ContentType (String): the content type of the data set. This is used to determine which transformation adapter should be used to transform the data set.
Contents (String): the actual raw data set encoded as string.

The API documentation for the source adapters can be found here.

Source Adapter Architecture!

The following source adapters are available by default:

RSS
Newsletter
Nist NVD
TAXII

RSS

The RSS source adapter fetches CTI data from RSS feeds.

The adapter uses the gofeed library to parse the RSS feeds. It supports RSS, Atom and JSON feeds.

The adapter stores the timestamp of the latest seen feed-entry in its state and will only fetch new entries afterwards.

The adapter configuration must contain the following fields:

Url: The URL of the RSS feed.
UserAgent: The user agent string which is used for fetching the feed. Defaults to TAVM/1.0.
FetchInterval: The time interval in which the adapter will fetch new data from the feed.
FetchTimeout: The timeout in seconds for fetching the feed. If the timeout is reached, the adapter will retry to fetch the feed in the next interval.

The output content type of the adapter is json-feed. The data itself is a JSON object that contains all feed data like timestamp, title, author and content.

The newsletter source adapter fetches CTI data from IMAP mailservers. It can be used to fetch information from mailinglists or newsletters.

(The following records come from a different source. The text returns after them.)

/** What the caseload takes: amounts and money by year, and the month in which there is not enough. */
import { chanceByMonth } from '../../charts/chance_by_month.js';
import { yearRanges } from '../../charts/year_ranges.js';
import { answerBlock } from '../../parts/answer.js';
import { h } from '../../parts/element.js';
import { figure } from '../../parts/figure.js';
import { cautionList } from '../../parts/said.js';
import { table } from '../../parts/table.js';
import { bandColumns } from './bands.js';
import { itemsAsked, itemsForm, linesAsked, typedFaultless } from './items.js';
import { setting } from './request.js';

/** @param {import('../../app.js').App} app */
export function resourcesBlock(app) {
  return answerBlock(app, {
    id: 'resources',
    title: 'resources-title',
    choices: itemsForm(app),
    empty: 'resources-type',
    ask: (state) => resourcesRequest(state),
    draw: (answer) => drawResources(app, answer),
  });
}

function resourcesRequest(state) {
  const request = setting(state);
  const { caseload } = state;
  const items = itemsAsked(caseload);
  const lines = linesAsked(caseload);
  if (!request || !(items.length || lines.length) || !typedFaultless(caseload)) return null;
  return { task: 'caseload.resources', request: { ...request, items, lines, discount: caseload.discount } };
}

function drawResources(app, answer) {
  return [
    ...answer.lines.map((line) => h('p', { class: 'sentence' }, lineSentence(app, line))),
    ...capacityPart(app, answer),
    ...costPart(app, answer),
    ...answer.items.filter(({ amount }) => amount.some(({ value }) => value > 0)).map((item, position) => itemTable(app, answer, item, position)),
    cautionList(app, answer.cautions),
    h('p', { class: 'method' }, app.words.say('resources-method', { draws: answer.draws, seed: answer.seed })),
  ];
}

function lineName(app, answer, line) {
  if (line.name) return line.name;
  return line.item === null ? app.words.say('line-patients') : answer.items[line.item].name;
}

function lineSentence(app, line) {
  const { say, day, percent } = app.words;
  const name = line.name || say('line-unnamed');
  const chance = percent(line.passed_by.at(-1), 0);
  const when = line.likely_month;
  if (when) return say('line-sentence-likely', { name, month: when.month, ends: day(when.ends), chance });
  if (line.unlikely_month) return say('line-sentence-unlikely', { name, month: line.unlikely_month.month, ends: day(line.unlikely_month.ends), chance });
  return say('line-sentence-never', { name, chance });
}

function capacityPart(app, answer) {
  const { say, count, decimal, percent, day } = app.words;
  if (!answer.lines.length) return [];
  const month = (when) => (when ? say('month-on', { month: when.month, ends: day(when.ends) }) : '–');
  const plain = (when) => when?.month ?? null;
  const beds = answer.lines.filter((line) => line.beds);
  return [
    figure(app, {
      name: 'capacity', title: say('capacity-figure'), described: say('capacity-figure-described'),
      draw: (width) => chanceByMonth(answer.lines.map((line) => ({ label: lineName(app, answer, line), shares: line.passed_by })), { width, words: app.words }),
      data: table(app, {
        name: 'capacity-by-month', caption: say('capacity-by-month'),
        rows: answer.months.map((ends, i) => ({ ends, i })),
        columns: [
          { heading: say('on-day'), show: (row) => day(row.ends), text: true },
          ...answer.lines.flatMap((line) => [
            { heading: say('line-need', { name: lineName(app, answer, line) }), show: (row) => decimal(line.need[row.i], 0), full: (row) => line.need[row.i] },
            { heading: say('line-passed-in'), show: (row) => percent(line.passed_in[row.i], 0), full: (row) => line.passed_in[row.i] },
            { heading: say('line-passed-by'), show: (row) => percent(line.passed_by[row.i], 0), full: (row) => line.passed_by[row.i] },
          ]),
        ],
      }),
    }),
    table(app, {
      name: 'capacity', caption: say('capacity-caption'), rows: answer.lines, note: say('capacity-note'),
      columns: [
        { heading: say('line-name'), show: (row) => lineName(app, answer, row), text: true },
        { heading: say('line-limit'), show: (row) => count(row.limit), full: (row) => row.limit },
        { heading: say('line-need-now'), show: (row) => decimal(row.need[0], 0), full: (row) => row.need[0] },
        { heading: say('line-need-last'), show: (row) => decimal(row.need.at(-1), 0), full: (row) => row.need.at(-1) },
        { heading: say('line-unlikely'), show: (row) => month(row.unlikely_month), full: (row) => plain(row.unlikely_month) },
        { heading: say('line-likely'), show: (row) => month(row.likely_month), full: (row) => plain(row.likely_month) },
        { heading: say('line-passed-by-end'), show: (row) => percent(row.passed_by.at(-1), 0), full: (row) => row.passed_by.at(-1) },
      ],
    }),
    beds.length ? table(app, {
      name: 'beds', caption: say('beds-caption'), note: say('beds-note'),
      rows: beds.flatMap((line) => ['now', 'last'].map((at) => ({ line, at, ...line.beds[at] }))),
      columns: [
        { heading: say('line-name'), show: (row) => lineName(app, answer, row.line), text: true },
        { heading: say('beds-when'), show: (row) => say(`beds-${row.at}`), text: true },
        { heading: say('beds-mean'), show: (row) => decimal(row.mean, 1), full: (row) => row.mean },
        { heading: say('beds-busy'), show: (row) => count(row.busy), full: (row) => row.busy },
        { heading: say('beds-utilisation'), show: (row) => percent(row.utilisation, 0), full: (row) => row.utilisation },
      ],
    }) : null,
  ];
}

function costPart(app, answer) {
  const { say, count, decimal, day } = app.words;
  if (!answer.cost) return [];
  const [total] = answer.totals;
  const rows = answer.years.map(({ ends }, i) => ({ ends, band: answer.cost[i] }));
  return [
    h('p', { class: 'sentence' }, say('cost-sentence', {
      years: answer.years.length, percent: decimal(total.percent, 0), value: count(total.cost.value),
      lower: count(total.cost.p95[0]), upper: count(total.cost.p95[1]),
    })),
    figure(app, {
      name: 'cost', title: say('cost-figure'), described: say('cost-figure-described'),
      draw: (width) => yearRanges(answer.cost, { width, words: app.words }),
    }),
    table(app, {
      name: 'cost', caption: say('cost-caption'), rows,
      columns: [{ heading: say('year-to'), show: (row) => day(row.ends), text: true }, ...bandColumns(app, say('cost'), (row) => row.band)],
    }),
    table(app, {
      name: 'cost-totals', caption: say('cost-totals-caption'), rows: answer.totals, note: say('cost-totals-note'),
      columns: [
        { heading: say('discount'), show: (row) => say('in-percent', { percent: decimal(row.percent, 0) }), full: (row) => row.percent },
        ...bandColumns(app, say('cost'), (row) => row.cost),
      ],
    }),
  ];
}

function itemTable(app, answer, item, position) {
  const { say, count, day } = app.words;
  const costs = item.cost.some(({ value }) => value > 0);
  return table(app, {
    name: `item-${position + 1}`, rows: answer.years.map(({ ends }, i) => ({ ends, i })),
    caption: item.unit ? say('item-caption-unit', { name: item.name, unit: item.unit }) : say('item-caption', { name: item.name }),
    columns: [
      { heading: say('year-to'), show: (row) => day(row.ends), text: true },
      ...bandColumns(app, say('amount'), (row) => item.amount[row.i]),
      ...(costs ? [{ heading: say('cost'), show: (row) => count(item.cost[row.i].value), full: (row) => item.cost[row.i].value },
        { heading: say('band-95'), show: (row) => say('from-to', { lower: count(item.cost[row.i].p95[0]), upper: count(item.cost[row.i].p95[1]) }), full: (row) => item.cost[row.i].p95.join(' ') }] : []),
    ],
  });
}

This adapter is written in Python and only uses the standard library to communicate with the IMAP server.

The adapter configuration must contain the following fields:

Server: IMAP server hostname or IP.
Port: IMAP server port, defaults to 993.
Ssl: A boolean flag to indicate that the connection should be encrypted. Defaults to false.
User: The username for the IMAP server.
Password: The password for the IMAP server.
Mailbox: The mailbox that should be queried for new mails. Defaults to INBOX.

The output content type of the adapter is email.

Nist NVD

The National Vulnerability Database contains a list of known vulnerabilities. The NVD source adapter can be used to fetch the latest CVEs and CPEs from the NVD.

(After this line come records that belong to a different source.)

"""What each page depends on, as a fingerprint: `serve --dirty` rebuilds the pages whose fingerprint has changed."""

from __future__ import annotations

import sys
from collections.abc import Callable, Mapping
from hashlib import sha256

import numpy as np

from logbook.book import Book, SourceFile
from logbook.findings import Delta, Regression, Todo
from logbook.hardware import Chain
from logbook.model import Entry, Parts, Result
from logbook.pages import block_pieces, revision_path
from logbook.pieces import Piece
from logbook.revision import Revision

# What blocks of these kinds show is marked by what it comes from: to make the pieces of a thousand entries takes too
# long. Any other kind is marked by its very pieces, which hold what it took from files and from other entries.
_MARKED = frozenset({"chain", "change", "bench", "reading", "target", "accept", "todo"})

# Blocks that show what belongs to the whole revision; a page without them shows less of it.
_OF_REVISION = frozenset({"chain", "change", "target", "accept"})

Pages = Mapping[str, Callable[[], list[Piece]]]


def fingerprints(book: Book, sources: Mapping[str, SourceFile], pages: Pages) -> dict[str, str]:
    """A fingerprint for each entry and page; `pages` are the pages that the logbook makes, with what makes them."""
    with np.printoptions(threshold=sys.maxsize):
        return _fingerprints(book, sources, pages)


def _fingerprints(book: Book, sources: Mapping[str, SourceFile], pages: Pages) -> dict[str, str]:
    marks = _Marks(book)
    found = {path: _digest(source.data.decode("utf-8", "replace")) for path, source in sources.items()}
    for index, entry in enumerate(book.entries):
        near = book.entries[max(0, index - 1) : index + 2]
        names = [(e.path, e.title, e.date.isoformat()) for e in near]
        found[entry.path] = _digest(found[entry.path], repr(names), marks.of_entry(entry))
    revisions = {revision_path(label): revision for label, revision in book.revisions.items()}
    for path, make in pages.items():
        # A page for each revision: making them all takes too long, too.
        shown = marks.of_revision(revisions[path]) if path in revisions else repr(make())
        found[path] = _digest(found.get(path, ""), shown)
    return found


def _digest(*parts: str) -> str:
    digest = sha256()
    for part in parts:
        digest.update(part.encode("utf-8", "surrogatepass") + b"\0")
    return digest.hexdigest()


def _of_parts(parts: Parts | None) -> int:
    # Marks live no longer than the process, so that Python's own hash will do: a tenth of the time of the text.
    return 0 if parts is None else hash(tuple(parts.items()))


def _of_result(result: Result) -> str:
    # Python's own hash again; but nan has another one each time, and its text has not.
    read = (repr(result.value), repr(result.shown), result.corrections, result.repeats, result.conditions)
    said = (result.read_as, result.bound, result.words, result.notes)
    return f"{result.key} {result.line} {hash(read)} {hash(said)} {_of_parts(result.parts)}"


def _of_delta(delta: Delta) -> str:
    said = f"{delta.key} {delta.from_} {delta.before!r} {delta.after!r} {delta.delta!r} {delta.u!r}"
    # Of what was predicted alone no budget is shown.
    parts = (delta.parts_before, delta.parts_after) if delta.after_result is not None else ()
    return f"{said} {delta.verdict} {delta.why} {[_of_parts(each) for each in parts]}"


class _Marks:
    """The marks of revisions and results, each made once."""

    def __init__(self, book: Book) -> None:
        self.book = book
        self._chains: dict[int, str] = {}
        self._todo: dict[str, list[Todo]] = {}
        for item in book.findings.todo:
            for path in dict.fromkeys((item.opened, item.closed or "")):
                self._todo.setdefault(path, []).append(item)
        self._worse: dict[str, list[Regression]] = {}
        for regression in book.findings.regressions:
            self._worse.setdefault(regression.to, []).append(regression)
        self._revisions: dict[int, str] = {}
        self._results: dict[str, list[str]] = {}
        self._of_revision: dict[str, list[str]] = {}
        self._read_on: dict[str, set[tuple[str, str]]] = {}
        self._titles = {entry.path: f"{entry.path} {entry.title} {entry.date}" for entry in book.entries}
        self._collect()

    def _collect(self) -> None:
        """Everything that speaks of an entry's results, by entry, and of a revision's.

        What was predicted for them and how far they spread follows from them and from the chains.
        """
        for result in self.book.calculated.of_blocks:
            mark = _of_result(result)
            self._results.setdefault(result.entry, []).append(mark)
            self._of_revision.setdefault(result.revision, []).append(mark)
            self._read_on.setdefault(result.entry, set()).add((result.revision, result.chain))
        for delta in (d for deltas in self.book.findings.read.values() for d in deltas):
            if delta.after_result is not None:
                self._results.setdefault(delta.after_result.entry, []).append(_of_delta(delta))

    def of_revision(self, revision: Revision | None) -> str:
        """All that a page says of a revision."""
        if revision is None:
            return ""
        known = self._revisions.get(id(revision))
        if known is None:
            known = self._revisions[id(revision)] = self._made(revision)
        return known

    def _made(self, revision: Revision) -> str:
        findings, label = self.book.findings, revision.label
        parent = self.book.revisions.get(revision.comes_from or "")
        chains = [self._chain(chain) for chain in revision.chains.values()]
        chains += [self._chain(chain) for chain in (parent.chains.values() if parent is not None else ())]
        said = [_of_delta(delta) for delta in findings.read.get(label, ())]
        said += self._of_revision.get(label, ())
        said += [f"{r.key} {r.accepted} {r.why}" for r in findings.regressions_of(label)]
        for each in (label, revision.comes_from or ""):
            said += [f"{v.target.key} {v.value!r} {v.verdict} {v.target.written}" for v in findings.targets_of(each)]
        entries = [self._titles[path] for path in revision.entries]
        head = f"{label} {revision.comes_from} {revision.state} {revision.date} {revision.made} {revision.alternatives}"
        plan = self.of_revision(revision.planned)
        return _digest(repr(self.book.settings), head, plan, repr(sorted(revision.broken)), *entries, *chains, *said)

    def _chain(self, chain: object) -> str:
        known = self._chains.get(id(chain))
        if known is None:
            known = self._chains[id(chain)] = _digest(repr(chain))
        return known

    def of_entry(self, entry: Entry) -> str:
        """All that an entry's page says besides its own text."""
        book = self.book
        shown = [repr(block_pieces(book, entry, block)) for block in entry.blocks if block.kind not in _MARKED]
        todo = [repr(each) for each in self._todo.get(entry.path, ())]
        problems = [str(p) for p in book.problems if p.place.file == entry.path] if len(book.problems) else []
        revision = book.history.of(entry)
        whole = any(block.kind in _OF_REVISION for block in entry.blocks)
        said = self.of_revision(revision) if whole else self._brief(revision, entry)
        chains = [self._chain(chain) for chain in self._chains_read(entry)]
        return _digest(said, *self._results.get(entry.path, ()), *chains, *shown, *todo, *problems)

    def _chains_read(self, entry: Entry) -> list[Chain]:
        """The chains that this entry's results are held against."""
        revisions = self.book.revisions
        read_on = sorted(self._read_on.get(entry.path, ()))
        chains = (revisions[label].chains.get(name) for label, name in read_on if label in revisions)
        return [chain for chain in chains if chain is not None]

    def _brief(self, revision: Revision | None, entry: Entry) -> str:
        """What an entry that only reads says of its revision: the line under its title, and what has got worse."""
        if revision is None:
            return ""
        keys = self.book.findings.compared_in.get(entry.path, set())
        worse = [r for r in self._worse.get(revision.label, ()) if r.key in keys]
        said = [f"{r.key} {r.kind} {r.delta!r} {r.from_} {r.accepted} {r.why}" for r in worse]
        head = f"{revision.label} {revision.comes_from} {revision.state} {revision.entry} {self.book.settings}"
        return _digest(head, *said)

The adapter uses the Golang library nvdapi to query the NVD API.

The adapter configuration must contain the following fields:

UserAgent: The user agent string which is used for fetching the feed. Defaults to TAVM/1.0.
FetchInterval: The time interval in which the adapter will fetch new data from the feed.
FetchTimeout: The timeout in seconds for fetching the feed. If the timeout is reached, the adapter will retry to fetch the feed in the next interval.
ApiToken: The NVD API key. This key is required to circumvent the rate limit of the NVD API. It can be requested here.

The output content type of the adapter is json-cve for CVE records and json-cpe for CPE records.

TAXII

The TAXII source adapter allows to integrate arbitrary TAXII servers into TAVM. It supports TAXII servers with version 2.0 and 2.1.

The adapter uses the Python library taxii2-client to query the TAXII server.

The adapter configuration must contain the following fields:

BaseUrl: The TAXII server base url. Take a look at the official documentation to learn more.
Version: The TAXII server version. Must be either v20 or v21. Defaults to v21.
VerifySsl: A boolean flag to indicate the SSL certificate should be verified. Defaults to true.
Interval: The time interval in which the adapter will fetch new data from the server.
User: The username for the TAXII server. Optional.
Password: The password for the TAXII server. Optional.
ApiRoot: Api root name, if left blank, the default api root will be queried.
Collection: Collection title or id, if left blank, the first collection is used.

The output content type of the adapter is stix/[VERSION], where [VERSION] is the STIX document version (for example 2.0 or 2.1).

Transformation Adapters

A transformation adapter is used to transform raw CTI data into STIX 2.1 documents. Each adapter is responsible for a specific content type. A special case is the * content type which can be used to transform any content type.

Transformation adapters offer a REST API which is called by the TAVM core application to transform the data. The raw data is sent as JSON payload using a POST request. The response contains the transformed data as JSON or STIX payload. The exact output format depends on the adapter and is specified in the adapter configuration.

The core application also provides a REST API, similar the one for the source adapters, to send configuration data to the adapter.

Transformer Adapter Architecture!

The following transformation adapters are available by default:

CVE
Email
Feed
Passthrough
STIX Stepper
Repo-Miner

CVE

The CVE transformation adapter transforms CVE and CPE records into STIX 2.1 documents. It requires no special configuration.

The adapter supports the following content types:

json-cve: CVE records
json-cpe: CPE records

Email

The email transformation adapter converts the email body into a STIX 2.1 document. It can use an LLM to extract structured data from the email body. If no LLM should be used, the adapter will extract only basic information from the email. The basic information includes ip addresses and urls.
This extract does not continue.